A new theory of mine

Filed under: Uncategorized — vipulnaik @ 2:56 pm

I have this new theory for sequences of objects of various kinds, and I’m trying to figure out what to do with the theory. I haev prepared lots of write-ups on the theory, as well as fanned out my ideas in many directions. But as yet, I haven’t somehow been able to share my idea with others, or bring my write-ups into a cogent and consistent form.

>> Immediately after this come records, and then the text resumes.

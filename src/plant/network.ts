/**
 * A flowsheet as a reconciliation problem: the variables, the balances c(x) = 0 and the
 * instruments' measured quantities (see reconcile.ts for how the problem is solved).
 *
 * Variables per stream: its component flows, mol/s, >= 0, for the components that can reach it
 * (where a component can go is each block's own statement, BlockDef.structure, followed from the
 * feeds as the structure checks do; a component that cannot reach a stream has no variable there
 * and counts as zero). A feed whose composition the file gives, and that no analyzer reads, has
 * one variable, its total flow: its component flows are the file's mole fractions times it (the
 * composition is taken as exact, and the output says so). A feed that an analyzer reads has free
 * component flows, like any other stream.
 *
 * Equations per unit, as each block declares them (BlockDef.balances; nothing here switches on a
 * block's type):
 *   components (mixer, condenser, flash, separator): for each component, the flow in (all
 *       inlets) equals the flow out (all outlets);
 *   elements (reactor): for each component, in + sum over the file's reactions of nu x extent +
 *       sum over the other element-balanced changes of their coefficient x their extent = out.
 *       The extents are free unknowns; the "other changes" are a basis of the element-balanced
 *       changes that the file's reactions do not span (the null space of the element matrix less
 *       the reactions' span, by SVD), so the equations say exactly that every element is
 *       conserved, and the file's extents are unique when its reactions are independent;
 *   split (splitter): one free fraction f_k per outlet (0..1), sum f_k = 1, and for each outlet
 *       and component, outlet flow = f_k x inlet flow (equal compositions, bilinear).
 * The file's specifications (conversions, split fractions, recoveries, condenser temperatures)
 * are not used: the data decide the figures each block names (BalanceDecl.figures), reported by
 * their parameter paths. The design solve of the file only gives start values.
 *
 * Instruments (each a measured variable with its own equation):
 *   meter, standard, molar   m (mol/s) = sum of the stream's component flows; a meter's volume
 *                            and a standard volume are converted to mol/s outside the problem
 *                            (budget.ts), with the stream's composition;
 *   mass                     m (kg/s) = sum of M_i x component flow i;
 *   analyzer                 for each listed component k: w_k x (sum over the basis of the
 *                            stream's component flows) = flow of k, the basis being the listed
 *                            components (normalized, the default) or every component; on a
 *                            splitter outlet (or after a one-inlet, one-outlet unit on one), the
 *                            flows of the splitter's inlets, the same gas, so that emptying the
 *                            outlet cannot satisfy the equations for any reading;
 *   pressure, temperature    no variable (line conditions of meters).
 * Every equation is a sum of terms c, c x_j or c x_j x_l, so c(x) and its Jacobian are exact and
 * cheap (BilinearConstraints).
 */
import { Matrix, SingularValueDecomposition } from 'ml-matrix';
import { blockOf } from '../blocks/registry.js';
import type { BalanceDecl, BalanceView } from '../blocks/types.js';
import { InputError, type Diagnostic } from '../diagnostics.js';
import type { FlowsheetResult } from '../flowsheet/result.js';
import type { Model } from '../flowsheet/model.js';
import type { InstrumentDecl } from './declarations.js';
import type { ConstraintPattern, ConstraintProducts, PlantConstraints, PlantVariable } from './types.js';
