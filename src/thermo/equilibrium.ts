/**
 * Chemical equilibrium of gas-phase reactions at a given T and P: the extents of several
 * reactions found together, each reaction optionally held at an approach to equilibrium.
 *
 * Method. With extents xi_r (mol/s) of the equilibrium reactions and b_i the flow of component i
 * that reaches them (the inlet plus the generation of any reactions at fixed conversion, which
 * the caller applies first), n_i = b_i + sum_r nu_ri xi_r and N = sum_i n_i. Reaction r is at
 * equilibrium when
 *   F_r = sum_i nu_ri ln(y_i phi_i P / P0) - ln K_r = 0,     y_i = n_i / N,   P0 = 1 bar,
 *   ln K_r(T) = -sum_i nu_ri g_i(T) / (R T),
 * with g_i the ideal-gas Gibbs energy of formation at 1 bar (ideal-gas.ts: gf at 298.15 K carried
 * to T with the heat-capacity correlation, so that d ln K / dT = Delta h / (R T^2) holds exactly:
 * the van 't Hoff equation integrated with Cp(T), not a constant heat of reaction). The fugacity
 * coefficients phi_i come from the file's equation of state on the vapor root of the mixture.
 * This is the extent ("stoichiometric") form of the Gibbs energy minimum of Smith and Missen,
 * Chemical Reaction Equilibrium Analysis: Theory and Algorithms (Wiley, 1982), ch. 4 and 6: F is
 * the gradient of G/(RT) with respect to the extents (the terms sum_i n_i d ln phi_i vanish by
 * Gibbs-Duhem), and the ideal-gas part of its Jacobian,
 *   J_rs = sum_i nu_ri nu_si / n_i - dnu_r dnu_s / N,      dnu_r = sum_i nu_ri,
 * is the Hessian of the ideal-gas G/(RT): symmetric and positive definite for independent
 * reactions in the interior of the feasible region, so that the ideal-gas problem has one
 * solution and Newton's direction always lowers G.
 *
 * Solution. Newton's method on the extents. The Jacobian is the analytic ideal-gas part above,
 * evaluated at every iterate, plus the part of the fugacity coefficients,
 * d(sum_i nu_ri ln phi_i)/d xi_s, taken by forward differences of the extents once at the start
 * of each solve (one equation-of-state call per reaction and equilibrium temperature) and held
 * through the solve: a chord for that part only. The fugacity coefficients themselves are
 * evaluated afresh at every iterate, so the residual is exact; the held part changes little over
 * a solve (it is about 5 % of the ideal part for ammonia at 300 atm). If a step fails to lower
 * the residual, or lowers it by less than a factor of 4, that part is differenced again at the
 * current iterate. (Option `jacobian:
 * 'lagged'` leaves the part out, i.e. the coefficients are lagged, as successive substitution
 * nested in Newton; `'full'` differences it at every iterate.) Every step stays inside the
 * feasible region: it is cut so that no species that a reaction uses falls by more than 99 % of
 * what is left (fraction to the boundary), then halved until the sum of squared residuals
 * (each beyond its rounding noise, below) falls (Armijo). Converged when every |F_r| <= tol (default 1e-11, i.e. Q_r/K_r = 1 within 1e-11), or
 * when every residual lies within its own rounding noise, 8 machine epsilons times the sum of the
 * magnitudes that make it, where ln n_i counts (b_i + sum_r |nu_ri xi_r|) / n_i: a reactant that
 * is nearly used up (benzene hydrogenated to 2e-8 of its feed) is the difference of two nearly
 * equal numbers, and its logarithm cannot be resolved further; the result then says so in its
 * message, and its flows are exact to the rounding of the flows.
 * The start is the extents of the last call when the caller passes them (warm start) and they
 * keep every species positive; otherwise, when some species is absent, a step along the direction
 * found below (which forms every absent species that can be present) to a tenth of what its
 * scarcest consumed species allows, and no step when every species is present.
 *
 * What can proceed. A component that reaches the reactor can be present at equilibrium; one that
 * does not can be present when some combination of the reactions forms it without taking any
 * other absent component below zero. Those that no combination forms are held at exactly zero,
 * and the extents move only in the directions that leave them at zero (equilibrium-space.ts: one
 * small linear programme, made again only when the set of absent components changes). A reaction
 * that no such direction moves (N2 + 3 H2 -> 2 NH3 with neither N2 nor NH3 in the inlet) keeps a
 * zero extent, and the result says so; two reactions that can run only together (CO2 + 3 H2 ->
 * CH3OH + H2O and CO2 + H2 -> CO + H2O on an inlet of CO and H2, as CO + 2 H2 -> CH3OH) run
 * together. Newton then works on the coordinates eta of the extents in an orthonormal basis B of
 * those directions: xi = B eta, residual B^T F, Jacobian B^T J B (B is the identity when every
 * component is present). Reactions that are linear combinations of others are refused when the
 * solver is prepared (their extents are not unique, and their equilibrium holds already).
 *
 * Approach to equilibrium. A reaction with an approach dT (K) is held at the equilibrium of
 * T + dT when it is exothermic and of T - dT when it is endothermic in the direction it runs,
 * judged by the sign of its ideal-gas heat of reaction at the reactor's T and, when it runs
 * backwards (a negative extent at the equilibrium of T), reversed: in every case the reaction
 * stops short of the equilibrium of T, on the side it came from (see solve()). The whole condition of that reaction (K and the fugacity coefficients) is
 * taken at its equilibrium temperature, so that with one reaction, or with several sharing one
 * equilibrium temperature, the outlet is exactly the equilibrium mixture of that temperature; it
 * leaves at the reactor's T.
 *
 * Phase. The converter is gas-phase. The mixture must be a vapor at every iterate: when the
 * equation of state has one root and labels it liquid-like, or three roots and the liquid one
 * has the lower Gibbs energy, the result is 'infeasible' with reason 'not-gas' (a trial step into
 * such a state is shortened instead). With `phaseCheck: 'stability'` the converged mixture also
 * goes through the tangent-plane stability test at the reactor's T and P (stability.ts), which
 * finds a dew point that the root labels miss; a second phase is then 'infeasible' with reason
 * 'two-phase'. The test costs some tens of equation-of-state evaluations (about as much again as a
 * warm solve), so the default ('root') leaves it to the caller to run once on a converged
 * flowsheet (phaseProblem). A solve that fails, and whose last mixture the test finds would
 * condense at an equilibrium temperature, is reported as 'infeasible', 'two-phase' too: a dense
 * water- or methanol-rich state on which the vapor root gives no usable answer.
 *
 * What is assumed, and where it is weak.
 * - Ideal-gas standard state at 1 bar; the formation data of thermochem.ts (their sources there).
 *   An error of 1 kJ/mol in Delta g moves K by about 19 % at 700 K.
 * - The mixture's non-ideality is that of the cubic equation of state with its van der Waals
 *   mixing rules (and the file's k_ij, if any): good for light reaction gases away from their
 *   critical region, weaker for polar products (methanol, water, ammonia) at high pressure, where
 *   it carries the error of the one-fluid mixing rule. Against the measured ammonia equilibria of
 *   Larson and Dodge (1923-24) SRK is within 1.5 mole percent up to 300 atm (see
 *   test/thermo/equilibrium.test.ts); the ideal gas is about 4 points low at 300 atm.
 * - No liquid phase, no solid (no carbon deposition), no condensation in the converter.
 * - The heat of reaction that decides the sign of an approach is the ideal-gas one from the
 *   formation-basis enthalpies at the reactor's T (the residual enthalpy is left out).
 * - Outside the range of a heat-capacity correlation, the end piece is extrapolated and the
 *   result says so in its message.
 *
 * API (allocation-free in its hot path: arrays live in the solver, and `solve` writes into a
 * result object the caller keeps; a message string is built only when something is to be said):
 *   const p = prepareEquilibrium(eos, [{ nu, approach, key, label }, ...]);   // once per reactor
 *   if (p.status === 'invalid') ... p.problems: one per problem, with the reaction's index
 *   const out = p.solver.newResult();
 *   p.solver.solve({ T, P, flows, generation?, start? }, out);   // every pass
 *   out.status, out.reason, out.message, out.extents, out.flows, out.lnK, out.Teq, out.heat, ...
 * Reactions at a fixed conversion or extent in the same reactor: the caller computes their extents
 * on the inlet as it does now and passes their net generation (sum of nu times extent) as
 * `generation`; the equilibrium reactions then take inlet + generation to equilibrium, so the
 * outlet is inlet + generation + equilibrium, and the equilibrium holds at the outlet.
 * Warm start: pass the last call's `out.extents` as `start` (a start that is not feasible for the
 * new inlet is dropped for the built-in one). p.solver.phaseProblem(T, P, flows) runs the
 * stability test on demand. Adiabatic converters: equilibrium-adiabatic.ts.
 */
import { R } from './constants.js';
import { gIG, hIG, outsideRange, P_STD } from './ideal-gas.js';
import { reactionSpace, type ReactionSpace } from './equilibrium-space.js';
import { stabilityTest } from './stability.js';
import { newLuWork, solveDense, type LuWork } from '../solve/linear.js';
import type { ComponentData, Eos } from './types.js';
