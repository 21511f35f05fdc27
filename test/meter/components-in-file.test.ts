import { describe, expect, it } from 'vitest';
import { validateText } from '../../src/flowsheet/validate.js';
import { findComponent } from '../../src/thermo/components.js';
import { molarMass } from '../../src/thermo/formula.js';
import { InputError } from '../../src/diagnostics.js';

const feeds = 'feeds:\n  a: { composition: { X1: 1 }, molar-flow: 1 mol/s, T: 300 K, P: 1 bar }\n';

describe('components in the file', () => {
  it('a built-in id with no body, or `library`, takes the table row', () => {
    const { model } = validateText('c.yaml', `components: { H2: {}, N2: library, CO2: }\nfeeds:\n  a: { composition: { H2: 1 }, molar-flow: 1 mol/s, T: 300 K, P: 1 bar }\n`);
    const h2 = findComponent('H2')!;
    expect(model.components[0].Tc).toBe(h2.Tc);
    expect(model.components[0].omega).toBe(h2.omega);
    expect(model.components[1].Pc).toBe(findComponent('N2')!.Pc);
    expect(model.components[2].Tc).toBe(findComponent('CO2')!.Tc);
  });

  it('an inline component with units: Tc 408.1 K, Pc 36.5 bar, omega 0.183, MW 58.12 g/mol', () => {
    const { model } = validateText('c.yaml', `components:\n  X1: { Tc: 408.1 K, Pc: 36.5 bar, omega: 0.183, MW: 58.12 g/mol, formula: C4H10 }\n${feeds}`);
    const c = model.components[0];
    expect(c.Tc).toBeCloseTo(408.1, 12);
    expect(c.Pc).toBeCloseTo(3.65e6, 6);
    expect(c.omega).toBe(0.183);
    expect(c.MW).toBeCloseTo(0.05812, 12);
    expect(model.elements[0]).toEqual({ C: 4, H: 10 });
  });

  it('MW defaults to the formula mass; a body overrides a built-in row field by field', () => {
    const { model } = validateText('c.yaml', `components:\n  X1: { Tc: 408.1 K, Pc: 36.5 bar, omega: 0.183, formula: C4H10 }\n  H2: { omega: -0.22 }\n${feeds}`);
    expect(model.components[0].MW).toBeCloseTo(molarMass('C4H10'), 12);
    expect(model.components[1].omega).toBe(-0.22);
    expect(model.components[1].Tc).toBe(findComponent('H2')!.Tc);
  });

  it('an unknown id without constants is refused with a suggestion; a bare number for Tc is refused', () => {
    let e: InputError | undefined;
    try {
      validateText('c.yaml', `components:\n  CO3: {}\n  X1: { Tc: 408.1, Pc: 36.5 bar, omega: 0.183, formula: C4H10 }\n${feeds}`);
    } catch (err) {
      e = err as InputError;
    }
    expect(e).toBeInstanceOf(InputError);
    const msgs = e!.diagnostics.map((d) => `${d.message} | ${d.help ?? ''}`);
    expect(msgs.some((m) => /unknown component `CO3`.*did you mean/.test(m))).toBe(true);
    expect(msgs.some((m) => /`408.1` has no unit/.test(m))).toBe(true);
  });
});

describe('binary interaction parameters from the file', () => {
  it('kij: { CO2/H2: 0.12 } is symmetric and changes the mixture Z (a_ij = sqrt(a_i a_j)(1 - k_ij))', async () => {
    const { makeEos } = await import('../../src/thermo/eos.js');
    const text = (kij: string) => `components: { H2: {}, CO2: {} }\nthermo: { eos: SRK${kij} }\nfeeds:\n  a: { composition: { H2: 0.5, CO2: 0.5 }, molar-flow: 1 mol/s, T: 300 K, P: 50 bar }\n`;
    const m0 = validateText('k.yaml', text('')).model;
    const m1 = validateText('k.yaml', text(', kij: { CO2/H2: 0.12 }')).model;
    expect(Array.from(m1.thermo.kij)).toEqual([0, 0.12, 0.12, 0]);
    const z0 = makeEos('SRK', m0.components, m0.thermo.kij).z(300, 5e6, [0.5, 0.5], 'stable').Z;
    const z1 = makeEos('SRK', m1.components, m1.thermo.kij).z(300, 5e6, [0.5, 0.5], 'stable').Z;
    // A positive k_ij weakens the unlike attraction: Z rises.
    expect(z1).toBeGreaterThan(z0);
  });
});

describe('a standard reference of the file\'s own', () => {
  it('takes T and P (or temperature and pressure); a failed definition gives one message, not a follow-on one', () => {
    const doc = (ref: string) => `components: { CH4: {} }
thermo:
  standards:
    contract: ${ref}
feeds:
  gas:
    composition: { CH4: 1 }
    standard-flow: { flow: 1000 m3/h, reference: contract, basis: ideal }
    T: 20 degC
    P: 40 barg
`;
    const a = validateText('s.yaml', doc('{ T: 60 degF, P: 14.73 psia }')).model;
    const b = validateText('s.yaml', doc('{ temperature: 60 degF, pressure: 14.73 psia }')).model;
    const ra = a.feeds[0].basis.kind === 'standard-flow' ? a.feeds[0].basis.reference : undefined;
    const rb = b.feeds[0].basis.kind === 'standard-flow' ? b.feeds[0].basis.reference : undefined;
    expect(ra!.T).toBeCloseTo(288.7055556, 6); // 60 degF (NIST SP 811, Appendix B: T/K = (t/degF + 459.67)/1.8)
    expect(ra!.P).toBeCloseTo(101560.0, 0); // 14.73 psia, psi = 6894.757 Pa (NIST SP 811)
    expect(rb!.T).toBe(ra!.T);
    let e: InputError | undefined;
    try {
      validateText('s.yaml', doc('{ T: 60, P: 14.73 psia }'));
    } catch (err) {
      e = err as InputError;
    }
    expect(e!.diagnostics.filter((d) => d.severity === 'error').map((d) => d.message)).toEqual(['`T` of standard reference `contract`: `60` has no unit; a temperature needs one']);
  });
});
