describe('dense and near-critical states', () => {
  it('reports carbon dioxide at 150 barg and 40 degC as dense (about 780 kg/m3), with a warning, by either equation', () => {
    for (const name of ['GERG-2008', 'SRK'] as const) {
      const f = reading(name, { CO2: 1 }, 313.15, barg(150));
      expect(f.phase).toBe('dense');
      expect(f.warnings.some((w) => /dense fluid/.test(w) && /not reading a gas/.test(w))).toBe(true);
      if (name === 'GERG-2008') expect(rel(f.density, 780)).toBeLessThan(3e-3);
    }
  });

  it('does not call methane at 150 barg and 0 degC (a pipeline gas, 0.9 of its critical density) dense or sensitive', () => {
    for (const name of ['GERG-2008', 'SRK', 'PR'] as const) {
      const f = reading(name, { CH4: 1 }, 273.15, barg(150));
      expect(f.phase, name).toBe('vapor');
      expect(f.sensitivity!.nearCritical, name).toBe(false);
      expect(f.warnings, name).toEqual([]);
    }
  });

  it('keeps a natural gas at 150 barg and 0 degC (about its pseudo-critical density, as compressible as an ideal gas) and hydrogen at 1000 bar a gas', () => {
    const ng = { CH4: 0.9, C2H6: 0.06, C3H8: 0.02, N2: 0.01, CO2: 0.01 }; // an invented pipeline gas
    for (const name of ['GERG-2008', 'SRK'] as const) {
      expect(reading(name, ng, 273.15, barg(150)).phase, name).toBe('vapor');
      expect(reading(name, { H2: 1 }, 300, 1000e5).phase, name).toBe('vapor');
    }
    // Ethane just above its critical temperature at 100 bar is liquid-like (about 330 kg/m3 against a
    // critical density of 207 kg/m3, from memory).
    const e = reading('GERG-2008', { C2H6: 1 }, 320, 100e5);
    expect(e.phase).toBe('dense');
    expect(Math.abs(e.sensitivity!.pressure)).toBeLessThan(0.5);
  });

  it('says the conversion is sensitive near the critical point of carbon dioxide (310 K, 75 bar)', () => {
    const f = reading('GERG-2008', { CO2: 1 }, 310, 75e5);
    expect(f.sensitivity!.nearCritical).toBe(true);
    // 1 % of pressure moves the density by more than 3 % here.
    expect(Math.abs(f.sensitivity!.pressure)).toBeGreaterThan(3);
    expect(f.warnings.some((w) => /sensitive/.test(w))).toBe(true);
    // Far from it, an ideal-gas-like state is not flagged.
    const g = reading('GERG-2008', { CO2: 1 }, 310, 5e5);
    expect(g.sensitivity!.nearCritical).toBe(false);
    expect(g.sensitivity!.pressure).toBeCloseTo(-1, 1);
  });

  it('gives the analytic d ln v / d ln P and d ln v / d ln T of every model as finite differences do', () => {
    const gas = { H2: 0.5, CO2: 0.3, N2: 0.2 };
    const ids = Object.keys(gas);
    const x = Float64Array.from(ids, (id) => gas[id as keyof typeof gas]);
    for (const name of ['GERG-2008', 'SRK', 'PR', 'ideal'] as const) {
      const eos = makeEos(name === 'GERG-2008' ? 'SRK' : name, ids.map((id) => ({ ...findComponent(id)!, id })));
      const m = makeMeterEos(name, eos);
      const T = 300;
      const P = 80e5;
      const s = { ...m.state(T, P, x) };
      const h = 1e-5;
      const dP = (Math.log(m.molarVolume(T, P * (1 + h), x)) - Math.log(m.molarVolume(T, P * (1 - h), x))) / (Math.log(1 + h) - Math.log(1 - h));
      const dT = (Math.log(m.molarVolume(T * (1 + h), P, x)) - Math.log(m.molarVolume(T * (1 - h), P, x))) / (Math.log(1 + h) - Math.log(1 - h));
      expect(rel(s.dlnvdlnP, dP), name).toBeLessThan(1e-6);
      expect(rel(s.dlnvdlnT, dT), name).toBeLessThan(1e-6);
    }
  });
});
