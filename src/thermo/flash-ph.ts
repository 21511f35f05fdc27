/**
 * Pressure-enthalpy and pressure-entropy flashes: the temperature and phase split of a stream
 * of composition z at pressure P whose molar enthalpy (entropy) is given. Valves and adiabatic
 * mixers need PH, compressors and expanders PS.
 *
 * Method (Michelsen, M. L., "Multiphase isenthalpic and isentropic flash algorithms", Fluid
 * Phase Equilibria 33 (1987) 13-27; Michelsen and Mollerup, Thermodynamic Models: Fundamentals
 * and Computational Aspects, 2nd ed., the chapter on other flash specifications): an outer
 * iteration on T with the enthalpy (entropy) residual, the isothermal flash (flash.ts) deciding
 * the phases. The equilibrium enthalpy H(T) at fixed P is continuous and increasing for a
 * mixture (its derivative is the heat capacity of the equilibrium system, latent heat
 * included), so every equilibrium evaluation narrows a bracket, and the steps are:
 *  - single phase (and, before any flash, the feed on its stable root at the starting T):
 *    Newton on the single-phase H(T) with the analytic heat capacity (ideal-gas Cp plus Cp^R,
 *    departure.ts), no flash, then one isothermal flash, with its stability test, at the
 *    temperature found. If that confirms a single phase, the state is found (one flash in all);
 *    this is Michelsen's advice to solve for the assumed phases first and test stability at the
 *    solution. If the phase's root vanishes on the way (past its spinodal), the last
 *    temperature where it existed is tried instead: the spinodal lies inside the two-phase
 *    region. A phase whose single-phase answer the equilibrium has refused is not asked again.
 *  - two phases: temperature and K-values are iterated together, with no isothermal flash per
 *    step (see `simultaneous`): Rachford-Rice for the current K and the fugacity coefficients of
 *    both phases; substitution on ln K alone at that T until the fugacity residual is below
 *    1e-4 of the enthalpy residual (a T step from an enthalpy whose split is still moving only
 *    chases the split: the steps alternate about the answer and converge linearly); then H of
 *    both phases, a step on T, and ln K carried to the new T. The first step is Newton's with
 *    the slope below and d ln K/dT at fixed phase compositions; the later ones take the secants
 *    of the last two evaluations, for H and for ln K (they hold the change of the compositions).
 *    The slope dH/dT of the equilibrium is estimated from the split: the frozen heat capacity
 *    beta Cp^V + (1 - beta) Cp^L plus sum_i (h_i^V - h_i^L) dv_i/dT, with
 *    h_i^V - h_i^L = R T^2 d ln K_i/dT, d ln K_i/dT from the temperature derivative of the
 *    fugacity coefficients at fixed phase compositions (a difference quotient of eos.lnPhi),
 *    v_i = beta y_i and dbeta/dT from the Rachford-Rice equation. The converged split is
 *    accepted on the tests flashTP applies to a split from given K-values. If beta leaves
 *    (0, 1) the nested iteration (an isothermal flash per step, warm-started from the last K,
 *    Newton with the same slope or the secant of the last two points) goes on from there.
 *  - every step stays inside the bracket and inside [Tmin, Tmax]; a step that would leave it,
 *    or a residual that does not halve in three evaluations, is replaced by bisection (H(T)
 *    bends sharply at bubble and dew points); without a bracket a step at most doubles or
 *    halves T.
 * Entropy works the same way with S(T) (dS/dT = Cp/T).
 *
 * A pure component (one component present) has a saturation temperature at P (below its
 * critical pressure) where H jumps from the saturated liquid's to the saturated vapor's. It is
 * found first (Newton on ln phi^L = ln phi^V, with d/dT = (H^R,V - H^R,L)/(R T^2)); an enthalpy
 * between the two is returned at that temperature with the vapor fraction
 * beta = (H - H^L)/(H^V - H^L); outside it the search is confined to the liquid side (below) or
 * the vapor side (above).
 *
 * Convergence: |H - H_spec| <= tol R T (default tol 1e-8), or |S - S_spec| <= tol R; or, where
 * H(T) is steeper than T can resolve (a narrow two-phase region of a nearly pure fluid), the
 * bracket closed to 1e-12 T with H rising across it by at most 1e-6 R T (JUMP_FLOOR). A state
 * that cannot be found (target outside what [Tmin, Tmax] can reach, an inner flash that fails,
 * no progress) is 'not-converged' with the last temperature, its residual and a message; never
 * a silent guess and never NaN. The search range defaults to half the lowest and 1.5 times the
 * highest temperature of validity of the heat-capacity correlations present (bounded to
 * [20 K, 6000 K]): polynomial heat capacities extrapolated far below their range can turn
 * negative, and H(T) would stop rising.
 */
import { R } from './constants.js';
import {
  missingThermoData, newPhaseProperties, phasePropertiesInto, type MissingThermoData, type PhaseProperties,
} from './enthalpy.js';
import { flashTP, type FlashResult } from './flash.js';
import { rachfordRiceCompositions, solveRachfordRice } from './rachford-rice.js';
import { cpIG, hIG, P_STD, sIG } from './ideal-gas.js';
import { eosWork, type ComponentData, type Eos } from './types.js';

export interface StateFlashOptions {
  /** Starting temperature, K (default: the ideal-gas temperature of the specification). */
  T0?: number;
  /** Tolerance on |H - H_spec|/(R T) or |S - S_spec|/R (default 1e-8). */
  tol?: number;
  /** Budget of isothermal flashes (equilibrium evaluations), default 60. */
  maxIterations?: number;
  /** Search range, K (defaults: see the module comment). */
  Tmin?: number;
  Tmax?: number;
  /** Starting K-values for the inner flashes (e.g. the last solve of the same stream). */
  K0?: Float64Array;
  /** Tolerance of the inner isothermal flashes (default 1e-10, flashTP's). */
  flashTol?: number;
}

export interface StateFlashResult {
  status: 'converged' | 'not-converged';
  /** Which specification was solved. */
  spec: 'PH' | 'PS';
  /** The specified enthalpy (J/mol) or entropy (J/(mol K)). */
  target: number;
  /** Temperature, K (the last one tried when not converged). */
  T: number;
  P: number;
  phase: 'two-phase' | 'vapor' | 'liquid';
  /** Vapor mole fraction. */
  beta: number;
  x: Float64Array;
  y: Float64Array;
  K: Float64Array;
  /** Molar enthalpy of the state returned, J/mol. */
  H: number;
  /** Molar entropy of the state returned, J/(mol K); absent when a component present has no gf (PH only). */
  S?: number;
  /** Temperature updates (single-phase Newton steps and two-phase steps without a flash included). */
  iterations: number;
  /** Isothermal flashes run (flashTP calls). */
  flashes: number;
  /** Fugacity-coefficient evaluations of both phases: those of the flashes and of the two-phase steps. */
  evaluations: number;
  /** |H - H_spec| in J/mol or |S - S_spec| in J/(mol K) at the state returned. */
  residual: number;
  /** Residual (as above) after each equilibrium evaluation. */
  history: number[];
  message?: string;
}

type Kind = 'H' | 'S';

/**
 * Largest rise of H/(R T) (S/R) across a bracket closed to 1e-12 T that is taken as a steep but
 * continuous H(T) rather than a jump: 1e-6, about 3 mJ/mol at 400 K, far below any latent heat.
 */
const JUMP_FLOOR = 1e-6;

/** One equilibrium evaluation at T. */
interface Eval {
  T: number;
  /** H or S of the equilibrium state. */
  v: number;
  H: number;
  S: number;
  /** Scaled residual: (H - target)/(R T) or (S - target)/R. */
  r: number;
  flash: FlashResult;
  /** Frozen heat capacities of the phases (the feed's for a single phase). */
  cpV: number;
  cpL: number;
  root: 'vapor' | 'liquid';
}

/** Everything one flashPH/flashPS call works with (allocated once per call). */
interface Ctx {
  eos: Eos;
  P: number;
  z: Float64Array;
  kind: Kind;
  target: number;
  withS: boolean;
  tol: number;
  flashTol: number | undefined;
  K: Float64Array | undefined;
  flashes: number;
  evaluations: number;
  iterations: number;
  history: number[];
  props: PhaseProperties;
  phiA: Float64Array;
  phiB: Float64Array;
  phiC: Float64Array;
  phiD: Float64Array;
  dlnK: Float64Array;
  /** Arrays of the simultaneous two-phase iteration. */
  work: { lnK: Float64Array; K: Float64Array; x: Float64Array; y: Float64Array; phiL: Float64Array; phiV: Float64Array; phiZ: Float64Array; lnKp: Float64Array };
}

/** Arrays of one flashPH/flashPS call, kept per equation of state (results are copies). */
interface Workspace {
  z: Float64Array;
  props: PhaseProperties;
  phiA: Float64Array;
  phiB: Float64Array;
  phiC: Float64Array;
  phiD: Float64Array;
  dlnK: Float64Array;
  work: Ctx['work'];
}

function workspaceFor(eos: Eos): Workspace {
  return eosWork(eos, 'stateFlash', (): Workspace => {
    const a = (): Float64Array => new Float64Array(eos.n);
    return {
      z: a(), props: newPhaseProperties(), phiA: a(), phiB: a(), phiC: a(), phiD: a(), dlnK: a(),
      work: { lnK: a(), K: a(), x: a(), y: a(), phiL: a(), phiV: a(), phiZ: a(), lnKp: a() },
    };
  }, (w) => w.z.length === eos.n);
}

In this blog post, I plan to give a basic outline of the theory, along with references to more detailed write-ups (which I will put on my homepage). Thus begins a rather loose introduction:

Consider the matrix groups GLn(k) where k is a field. For any fixed n, this is the group of invertible matrices of order n. The question I wanted to ask was: what is the relationship between the matrix guops of different orders? There is a nice relationship by block concatenation. Given a matrix in GLm(k) and a matrix in GLn(k) we can obtain a matrix in GLm+n(k) by putting the matrix of order m in the top left corner and the matrix of order n in the bottom right corner, and the remaining entries as zero.

This is a homomorphism GLm(k) X GLn(k) to GL(m+n)(k). If we call this homomorphism Phim,n, then we have some associativity rulse for the mappings Phi, the mappings Phi are all injective, and there aer also some interesting refinement conditions.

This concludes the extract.